Autonomous Systems & Robotics
Improving the Resilience of Quadrotors in Underground Environments by Combining Learning-based and Safety Controllers
Executive Impact Summary
This research introduces a hybrid control system for autonomous drones, blending high-speed learning-based navigation with a robust safety-first controller. By using an AI monitor to detect unfamiliar environments, the system can dynamically switch to its "safe mode," preventing failures while maintaining high performance. This approach solves the critical tradeoff between speed and reliability, enabling drones to operate safely and efficiently in unpredictable, complex industrial settings like mines, construction sites, or disaster zones.
Deep Analysis & Enterprise Applications
Select a topic to dive deeper, then explore the specific findings from the research, rebuilt as interactive, enterprise-focused modules.
Learning-Based Controller (Performance) | Hybrid Controller (Resilience) |
---|---|
|
|
Enterprise Process Flow
Autonomous Industrial Inspection
Context: A mining company needs to perform daily inspections of tunnels for structural integrity. Some areas are well-mapped, while others are new or have recently changed due to rockfalls.
Solution: Deploy a fleet of drones equipped with this hybrid control system. In the mapped, well-lit main shafts, the drones operate in high-speed mode, completing routine checks quickly. When a drone enters a newly excavated or unmapped tunnel, the system detects the 'out-of-distribution' environment and automatically switches to the cautious safety controller. It navigates slowly, avoiding obstacles and ensuring it doesn't crash, until it re-enters a familiar area.
Outcome: This results in a 99% reduction in drone crashes due to environmental uncertainty, while still completing inspection routes 30% faster than a purely safety-focused system would allow. The company achieves both high operational efficiency and asset preservation.
Advanced ROI Calculator
Estimate the potential yearly savings and reclaimed hours by deploying a resilient autonomous system in your operations. This model accounts for industry-specific complexities and efficiency gains.
Your Implementation Roadmap
Implementing a resilient autonomous system is a phased process. We partner with you at every stage, from initial scoping to full-scale deployment and continuous optimization.
Discovery & Scoping
We'll identify high-impact use cases for autonomous systems within your operations and define the key performance and safety metrics for success.
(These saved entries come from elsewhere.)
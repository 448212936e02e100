"""Do the bounds of the dependencies hold, on every Python that is here?

    python -m tests.supply.bounds [python3.11 python3.12 …]

Two environments for the first Python (the lowest direct dependencies that pyproject.toml allows,
and the newest), one with the newest for each of the others. In each the quick tests run, and the
samples are imported and exported: all must give the same JSON to 12 significant digits.
"""

from __future__ import annotations

import json
import re
import subprocess
import sys
import tempfile
from pathlib import Path

from .project import (
    SAMPLES,
    build,
    copy_of_project,
    environment,
    run,
    test_tools,
)  # fmt: skip

DIRECT = ("click", "lxml", "numpy", "pint", "pydantic", "pypdfium2", "python-calamine",
          "rapidfuzz", "rich", "sqlite-utils", "matplotlib", "pyarrow")  # fmt: skip
QUICK = (
    "tests/schema/test_units.py", "tests/schema/test_figure.py", "tests/schema/test_thermal.py",
    "tests/tables", "tests/catalog", "tests/search/test_commands.py", "tests/test_api.py",
)  # fmt: skip
DIGITS = 12


def rounded(value: object) -> object:
    """The same document with its numbers to 12 significant digits, without times and paths."""
    if isinstance(value, float):
        return float(f"{value:.{DIGITS - 1}e}")
    if isinstance(value, dict):
        return {key: rounded(part) for key, part in value.items() if key not in ("at", "file")}
    if isinstance(value, list):
        return [rounded(part) for part in value]
    return value


def documents(python: Path, project: Path, folder: Path) -> object:
    """All documents of a catalog of the samples, and what one search gives."""
    program, catalog = python.parent / "motorfolio", folder / "c.sqlite"
    files = [project / "sample_entries" / name for name in SAMPLES]
    run(program, "import", *files, "--catalog", catalog)
    exported = run(program, "export", "--format", "json", "--catalog", catalog)
    machine = project / "sample_entries" / "machines" / "lift_axis.toml"
    found = run(program, "search", "--requirement", machine, "--json", "--catalog", catalog)
    return rounded([json.loads(exported), json.loads(found)])


def main() -> int:
    pythons = sys.argv[1:] or [sys.executable]
    runs = [(pythons[0], "lowest-direct"), *((python, "highest") for python in pythons)]
    outcome: list[tuple[str, object]] = []
    failed = False
    with tempfile.TemporaryDirectory() as name:
        folder = Path(name)
        tool = environment(folder / "tools", sys.executable, "uv", "build")
        copy = copy_of_project(folder / "project")
        wheel = next(p for p in build(tool, copy, folder / "dist") if p.suffix == ".whl")
        for number, (python, resolution) in enumerate(runs):
            here = folder / str(number)
            inside = environment(here / "venv", python)
            pip = (tool.parent / "uv", "pip")
            wanted = ("--all-extras", "--resolution", resolution, "-r", copy / "pyproject.toml")
            run(*pip, "install", "--python", inside, *wanted)
            run(*pip, "install", "--python", inside, "--no-deps", wheel)
            kept = here / "kept.txt"
            frozen = run(*pip, "freeze", "--python", inside)
            kept.write_text(re.sub(r"(?m)^motorfolio.*\n", "", frozen), encoding="utf-8")
            run(*pip, "install", "--python", inside, "--constraint", kept, *test_tools())
            versions = dict(line.split("==") for line in frozen.splitlines() if "==" in line)
            title = f"Python {run(inside, '--version').split()[1]}, {resolution}"
            print(title + ":", ", ".join(f"{d} {versions[d]}" for d in DIRECT), flush=True)
            outcome.append((title, documents(inside, copy, here)))
            tests = subprocess.run(
                [inside, "-m", "pytest", "-q", "-p", "no:cacheprovider", *QUICK],
                cwd=copy, capture_output=True, text=True, check=False,
            )  # fmt: skip
            print("  " + (tests.stdout.splitlines() or ["no output"])[-1], flush=True)
            if tests.returncode:
                failed = True
                print(tests.stdout[-4000:], tests.stderr[-2000:])
    for title, documents_of in outcome[1:]:
        same = documents_of == outcome[0][1]
        failed |= not same
        print(f"{title}: {'the same' if same else 'ANOTHER'} JSON as {outcome[0][0]}")
    return failed


if __name__ == "__main__":
    sys.exit(main())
Environment Simulation & Model Training
Using digital twins of your facilities, we train the learning-based controller and test the safety controller's robustness against thousands of scenarios.
Pilot Deployment & Validation
We deploy a small-scale pilot in a controlled area to validate performance, gather real-world data, and refine the OOD detection threshold.
Scale & Optimize
Following a successful pilot, we scale the solution across your operations and establish a framework for continuous model improvement and system monitoring.
Unlock Resilient Automation
Ready to move beyond the limitations of traditional automation? Let's discuss how a hybrid AI control system can enhance safety and efficiency in your most challenging environments.